Drylands account for approximately 40% of the global land surface and play a dominant role in the trend and variability of terrestrial carbon uptake and storage. Gross ecosystem photosynthesis – termed gross primary productivity (GPP) – is a critical driver of terrestrial carbon uptake and remains challenging to be observed directly. Currently, vegetation indices that largely capture changes in greenness are the most commonly used datasets in satellite-based GPP modeling. However, there remains significant uncertainty in the spatiotemporal relationship between greenness indices and GPP, especially for relatively heterogeneous dryland ecosystems.
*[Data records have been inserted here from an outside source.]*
import numpy as np
import pytest

from wavegen.comparison.curves import ExactCurve
from wavegen.comparison.familiar import CarrierPlusNoise, EqualTones, ShapedCarrier
from wavegen.comparison.look_alike import look_alikes, plateau_duty
from wavegen.laws.gaussian import GaussianLaw
from wavegen.laws.mapped import GatedLaw, clip_law


class Tabled:
    """Levels of a family as a curve."""

    def __init__(self, family, value):
        self.share = np.logspace(np.log10(0.9999), -6, 400)
        self.level = family.levels(value, self.share)

    def level_db(self, probability):
        return np.interp(-np.log(probability), -np.log(self.share), self.level)

    def ccdf(self, level_db):
        return np.exp(np.interp(level_db, self.level, np.log(self.share), left=0.0, right=-np.inf))


def nearest(source, lowest=1e-4):
    return look_alikes(ExactCurve(source=source), lowest=lowest)[0]


def test_noise_is_gaussian_and_no_more_is_fitted():
    first = nearest(GaussianLaw())
    assert first.family.name == "complex Gaussian"
    assert first.duty == 1
    assert first.is_near
    assert abs(first.largest_deviation_db) < 1e-9


def test_a_number_that_gains_nothing_is_not_fitted():
    """A ceiling at 9.6 dB stands 0.04 dB below the level at 0.01 %: none is as good."""
    first = nearest(clip_law(GaussianLaw(), 9.6))
    assert first.family.name == "complex Gaussian"
    assert abs(first.largest_deviation_db) > 0.01


def test_a_ceiling_is_found():
    first = nearest(clip_law(GaussianLaw(), 7.3))
    assert first.family.parameter == "ceiling_db"
    assert first.value == pytest.approx(7.3, abs=0.02)


def test_a_carrier_in_noise_is_found():
    first = nearest(Tabled(CarrierPlusNoise(), 7.0))
    assert first.family.parameter == "carrier_to_noise_db"
    assert first.value == pytest.approx(7.0, abs=0.1)


@pytest.mark.parametrize(("constellation", "roll_off"), [("qpsk", 0.22), ("bpsk", 0.35)])
def test_a_roll_off_is_found(constellation, roll_off):
    first = nearest(Tabled(ShapedCarrier(constellation), roll_off))
    assert first.family.constellation == constellation
    assert first.value == pytest.approx(roll_off, abs=0.03)


def test_tones_are_counted():
    first = nearest(Tabled(EqualTones(), 4.0))
    assert (first.family.parameter, first.value) == ("n_tones", 4.0)


def test_a_duty_is_found_and_a_law_is_fitted_to_the_on_time():
    gated = GatedLaw(source=GaussianLaw(), duty_fully_on=0.3, ramp=np.zeros(0))
    assert plateau_duty(ExactCurve(source=gated)) == pytest.approx(0.3, rel=0.03)
    first = nearest(gated)
    assert first.family.name == "complex Gaussian"
    assert first.duty == pytest.approx(0.3, rel=0.03)
    assert first.is_near


@pytest.mark.parametrize("source", [GaussianLaw(), Tabled(CarrierPlusNoise(), 10.0)])
def test_what_is_never_off_has_no_duty(source):
    assert plateau_duty(ExactCurve(source=source)) is None


def test_too_short_a_curve_looks_like_nothing():
    assert look_alikes(ExactCurve(source=GaussianLaw()), lowest=0.2) == ()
In this paper, we compared vegetation greenness indices from PhenoCam and satellite (Landsat and MODIS) observations against GPP estimates from the eddy covariance technique, across three representative ecosystem types of the southwestern United States. We systematically evaluated the changes in the relationship between vegetation greenness indices and GPP: i) across spatial scales of canopy-level, 30-meter, and 500-meter resolution; and ii) across temporal scale of daily, 8-day, 16-day, and monthly resolution. We found that greenness-GPP relationships were independent of spatial scales as long as land cover type and composition remained relatively constant. We also found that the greenness-GPP relationships became stronger as the time interval increased, with the strongest relationships observed at the monthly resolution. We posit that the greenness-GPP relationship breaks down at short timescales because greenness changes more slowly than plant physiological function, which responds rapidly to changes in key biophysical drivers. These findings provide insights into the potential for and limitations of modeling GPP using remotely sensed greenness indices across dryland ecosystem types.